Daiwa downgrades DBS as banking cycle heads toward ‘negative phase’

DBS ATM in SingaporeDBS ATM in Singapore

Daiwa downgraded DBS to Hold from Outperform, both as the stock rallied strongly recently and as the banking cycle was entering a negative phase.

“The Singapore banks are probably nearing the peak of the banking cycle (in terms of EPS (earnings per share) growth, NIMs (net interest margins) and favorable asset quality) and that some or all of these indicators may begin to deteriorate in the coming years (although the decline could turn out to be gradual and manageable), we see no reason to accumulate DBS’ shares now, especially given their year-to-date outperformance,” Daiwa said.

“In short, it does not appear particularly cheap or overvalued, in our view,” the investment bank added.

DBS shares are up around 16.5 percent year-to-date.

Daiwa said DBS’ first-quarter results beat its forecast on higher net trading income and lower credit costs, but that was mainly on one-off factors. It also noted that Singapore housing loans declined on-quarter as loan repayments exceeded new loans.

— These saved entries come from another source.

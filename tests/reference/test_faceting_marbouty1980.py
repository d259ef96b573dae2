"""Faceting and rounding thresholds of the dry metamorphism laws.

SOURCES:
* Colbeck, S. C. (1983). Theory of metamorphism of dry snow. J. Geophys. Res. 88(C9),
  5475-5482, doi:10.1029/JC088iC09p05475: rounding below about 10 K m-1, faceting above
  about 10-20 K m-1 [src in the avalanche handbooks' summary; values mem].
* Marbouty, D. (1980). An experimental study of temperature-gradient metamorphism.
  J. Glaciol. 26(94), 303-312, doi:10.3189/S0022143000010844: kinetic growth needs more
  than ~15 K m-1 (strong from ~25, full from ~50 K m-1), is fastest near -6 degC and stops
  above ~350 kg m-3 [mem].
"""

import pytest

from regionmap.constants import T_MELT_K
from regionmap.snow.metamorphism import arrhenius_ratio_6000, facetedness_rate

T = T_MELT_K - 6.0  # Marbouty's peak growth temperature [mem]


def _rate(gradient_k_m, density_kg_m3=150.0, t_k=T):
    return facetedness_rate(
        t_k, density_kg_m3, gradient_k_m, 10.0, 0.3, 0.1, arrhenius_ratio_6000(t_k)
    )


def test_rounding_below_10_k_per_m_colbeck1983():
    assert _rate(5.0) < 0.0
    assert _rate(-5.0) < 0.0  # the magnitude counts, not the sign


def test_no_faceting_below_15_k_per_m_marbouty1980():
    # between Colbeck's rounding limit and Marbouty's growth threshold: neither
    assert _rate(12.0) == 0.0
    assert _rate(14.9) == 0.0
    assert _rate(20.0) > 0.0


def test_faceting_grows_with_gradient_to_full_at_50_marbouty1980():
    r = [_rate(g) for g in (20.0, 25.0, 40.0, 50.0, 100.0)]
    assert r == sorted(r)
    assert r[3] == pytest.approx(r[4])  # full rate from ~50 K m-1
    assert r[1] < 0.2 * r[3]  # weak at 25 K m-1


def test_no_faceting_in_dense_snow_marbouty1980():
    # growth stops above ~350 kg m-3 (Marbouty 1980 [mem])
    assert _rate(60.0, density_kg_m3=360.0) == 0.0
    assert _rate(60.0, density_kg_m3=250.0) < _rate(60.0, density_kg_m3=150.0)


def test_faceting_fastest_near_minus_6_marbouty1980():
    assert _rate(60.0, t_k=T_MELT_K - 6.0) > _rate(60.0, t_k=T_MELT_K - 20.0)
    assert _rate(60.0, t_k=T_MELT_K - 6.0) > _rate(60.0, t_k=T_MELT_K - 0.5)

DBS reported Monday its first quarter net profit rose 9 percent on-year to S$1.65 billion as higher interest rates boosted its net interest margin and on strong growth in corporate loans.

Daiwa increased its 2019 earnings per share forecast for DBS by 2 percent on the one-off earnings factors in the first quarter. It also raised its target price to S$27 from S$26.60.

DBS shares ended Thursday down 0.18 percent at S$27.60.